(RECORDS TO USE)

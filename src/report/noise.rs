//! The report of `copyloop noise`.

use super::svg::{Chart, Point, Series, Style};
use super::table::Table;
use super::{jnum, num};
use crate::noise::VolumeNoise;
use serde_json::{json, Map, Value};

/// The JSON document of CONTRACT §3 for `noise`.
pub fn json(file: &str, seed: u64, vols: &[VolumeNoise]) -> Value {
    let volumes: Vec<Value> = vols
        .iter()
        .map(|v| {
            let mut species = Map::new();
            for s in &v.species {
                species.insert(
                    s.name.clone(),
                    json!({
                        "mean": jnum(s.mean),
                        "mean_stderr": jnum(s.mean_stderr),
                        "variance": jnum(s.variance),
                        "cv": jnum(s.cv),
                        "fano": jnum(s.fano),
                        "lna_mean": jnum(s.lna_mean),
                        "lna_variance": jnum(s.lna_variance),
                        "lna_cv": jnum(s.lna_cv),
                        "exact_mean": s.exact_mean.map(jnum),
                        "exact_variance": s.exact_variance.map(jnum),
                        "exact_fano": s.exact_fano.map(jnum),
                        "clamped": s.clamped,
                        "mean_molar": v.volume_l.map(|_| jnum(s.mean / v.omega)),
                        "lna_mean_molar": v.volume_l.map(|_| jnum(s.lna_mean / v.omega)),
                    }),
                );
            }
            json!({
                "volume_l": v.volume_l,
                "omega": v.volume_l.map(|_| v.omega),
                "replicates": v.replicates,
                "t_end": v.plan.t_end,
                "burn_in": v.plan.burn_in,
                "burn_in_found": v.plan.burn_in_found,
                "relaxation_time": jnum(v.plan.relaxation_time),
                "started_from": v.plan.started_from,
                "events_total": v.events_total,
                "wall_seconds": v.wall_seconds,
                "lna_note": v.lna_note,
                "exact_truncation_error": v.exact_truncation_error,
                "exact_states": v.exact_states,
                "exact_note": v.exact_note,
                "species": Value::Object(species),
            })
        })
        .collect();
    json!({"file": file, "seed": seed, "volumes": volumes})
}

/// The readable report.
pub fn table(file: &str, vols: &[VolumeNoise]) -> String {
    let mut out = String::new();
    for v in vols {
        let vol = v
            .volume_l
            .map_or("no volume".to_string(), |l| format!("volume {} L", num(l)));
        out.push_str(&format!(
            "{file}: {vol}, {} replicates, statistics over [{}, {}] s (burn-in {}), started from the {}\n",
            v.replicates,
            num(v.plan.burn_in),
            num(v.plan.t_end),
            if v.plan.burn_in_found { "found from the slowest relaxation time" } else { "given" },
            v.plan.started_from
        ));
        let mut t = Table::new(&[
            "species",
            "mean",
            "variance",
            "CV",
            "Fano",
            "LNA mean",
            "LNA variance",
            "LNA CV",
            "exact mean",
            "exact variance",
            "exact Fano",
        ]);
        for s in v.species.iter().filter(|s| !s.clamped) {
            t.row(vec![
                s.name.clone(),
                format!("{} ± {}", num(s.mean), num(1.96 * s.mean_stderr)),
                num(s.variance),
                num(s.cv),
                num(s.fano),
                num(s.lna_mean),
                num(s.lna_variance),
                num(s.lna_cv),
                s.exact_mean.map_or("-".into(), num),
                s.exact_variance.map_or("-".into(), num),
                s.exact_fano.map_or("-".into(), num),
            ]);
        }
        out.push_str(&t.render());
        if let Some(n) = &v.lna_note {
            out.push_str(&format!("  linear noise approximation unavailable: {n}\n"));
        }
        match (&v.exact_note, v.exact_truncation_error, v.exact_states) {
            (Some(n), _, _) => out.push_str(&format!("  exact columns unavailable: {n}\n")),
            (None, Some(e), Some(states)) => out.push_str(&format!(
                "  exact: stationary master equation on {states} states (finite state projection, boundary probability {})\n",
                num(e)
            )),
            _ => {}
        }
        out.push('\n');
    }
    out.push_str(
        "counts in molecules; mean ± 95 % half-width; Poisson noise has Fano 1 and CV 1/√mean\n",
    );
    out
}

/// CV against mean copy number on log–log axes with the Poisson line CV = 1/√N.
pub fn svg(file: &str, vols: &[VolumeNoise]) -> String {
    let pts = |f: &dyn Fn(&crate::noise::SpeciesNoise) -> (f64, f64)| -> Vec<Point> {
        vols.iter()
            .flat_map(|v| v.species.iter().filter(|s| !s.clamped))
            .map(|s| {
                let (x, y) = f(s);
                Point {
                    x,
                    y,
                    interval: None,
                }
            })
            .filter(|p| p.x > 0.0 && p.y > 0.0 && p.x.is_finite() && p.y.is_finite())
            .collect()
    };
    let ensemble = pts(&|s| (s.mean, s.cv));
    let lna = pts(&|s| (s.lna_mean, s.lna_cv));
    let (lo, hi) = ensemble
        .iter()
        .chain(&lna)
        .fold((f64::INFINITY, 0.0f64), |(a, b), p| {
            (a.min(p.x), b.max(p.x))
        });
    let line = if lo.is_finite() && hi > 0.0 {
        (0..=20)
            .map(|k| {
                let x = lo * (hi / lo).powf(k as f64 / 20.0);
                Point {
                    x,
                    y: 1.0 / x.sqrt(),
                    interval: None,
                }
            })
            .collect()
    } else {
        Vec::new()
    };
    Chart {
        title: format!("{file}: noise against copy number"),
        x_label: "mean copy number (molecules)".into(),
        y_label: "coefficient of variation".into(),
        x_log: true,
        y_log: true,
        series: vec![
            Series {
                name: "ensemble".into(),
                style: Style::Markers,
                points: ensemble,
            },
            Series {
                name: "linear noise".into(),
                style: Style::Markers,
                points: lna,
            },
            Series {
                name: "1/√N (Poisson)".into(),
                style: Style::Dashed,
                points: line,
            },
        ],
        x_categories: Vec::new(),
    }
    .render()
}
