//! Syntax → doses, infusions and events: the `dose`, `infuse` and `when` lines of a `.crn` file
//! (the rest of the compiler is in [`super::compile`]).
//!
//! - `dose X += A at T [every P] [until U | times N]`: A is a concentration of X's compartment
//!   or molecules, rounded to whole molecules (with a warning past 1 %); times need units;
//!   a repeated dose needs an end.
//! - `infuse X at R from T1 to T2`: a zero-order reaction `infuse_X` with law
//!   R·[T1 ≤ time < T2] (R in concentration of X's compartment per time, or molecules per
//!   time): Poisson input at rate R·Ω_c over the window, the pharmacologist's zero-order input.
//! - `when C : X = E, Y += E, … [at start]`: an [`Event`] (see [`super::schedule`]).
//! - Conflicts: two scheduled actions (doses, and `when` lines whose condition reads only the
//!   clock) at one instant where one sets a value the other reads or sets (other than two
//!   `+=` of the same target) are an error: the order would decide the result.

use super::compile::{Compiler, Named};
use super::expr::{self, Checks, Law, Resolved, TimeUse};
use super::parser::{BinOp, DoseEnd, Expr, Item, Literal, Name, Operand};
use super::schedule::{Assignment, Dose, Event, Infusion, Target, TimeSeq};
use super::units::{Dim, Quantity};
use super::{Kinetics, Reaction, Reading, MAX_COUNT};
use crate::error::Span;

/// Largest number of doses one line may schedule.
const MAX_DOSES: u64 = 100_000_000;

/// Scheduled instants examined per action when looking for conflicts.
const CONFLICT_INSTANTS: usize = 100_000;

/// A scheduled action for the conflict check: its instants, what it writes and reads.
struct Scheduled {
    line: u32,
    span: Span,
    instants: Vec<f64>,
    writes: Vec<(Target, bool)>,
    reads: Vec<Target>,
}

(End RECORDS TO USE)

• **WORK TO COMPLETE**
Restate, please, word for word the span of records running from the first line to the line bearing "v.volume_l.map(|_| jnum(s.mean /", both included, and nothing outside it.

• **EXPECTED ANSWER**
filename src/report/noise.rs
//! The report of `copyloop noise`.

use super::svg::{Chart, Point, Series, Style};
use super::table::Table;
use super::{jnum, num};
use crate::noise::VolumeNoise;
use serde_json::{json, Map, Value};

/// The JSON document of CONTRACT §3 for `noise`.
pub fn json(file: &str, seed: u64, vols: &[VolumeNoise]) -> Value {
    let volumes: Vec<Value> = vols
        .iter()
        .map(|v| {
            let mut species = Map::new();
            for s in &v.species {
                species.insert(
                    s.name.clone(),
                    json!({
                        "mean": jnum(s.mean),
                        "mean_stderr": jnum(s.mean_stderr),
                        "variance": jnum(s.variance),
                        "cv": jnum(s.cv),
                        "fano": jnum(s.fano),
                        "lna_mean": jnum(s.lna_mean),
                        "lna_variance": jnum(s.lna_variance),
                        "lna_cv": jnum(s.lna_cv),
                        "exact_mean": s.exact_mean.map(jnum),
                        "exact_variance": s.exact_variance.map(jnum),
                        "exact_fano": s.exact_fano.map(jnum),
                        "clamped": s.clamped,
                        "mean_molar": v.volume_l.map(|_| jnum(s.mean / v.omega)),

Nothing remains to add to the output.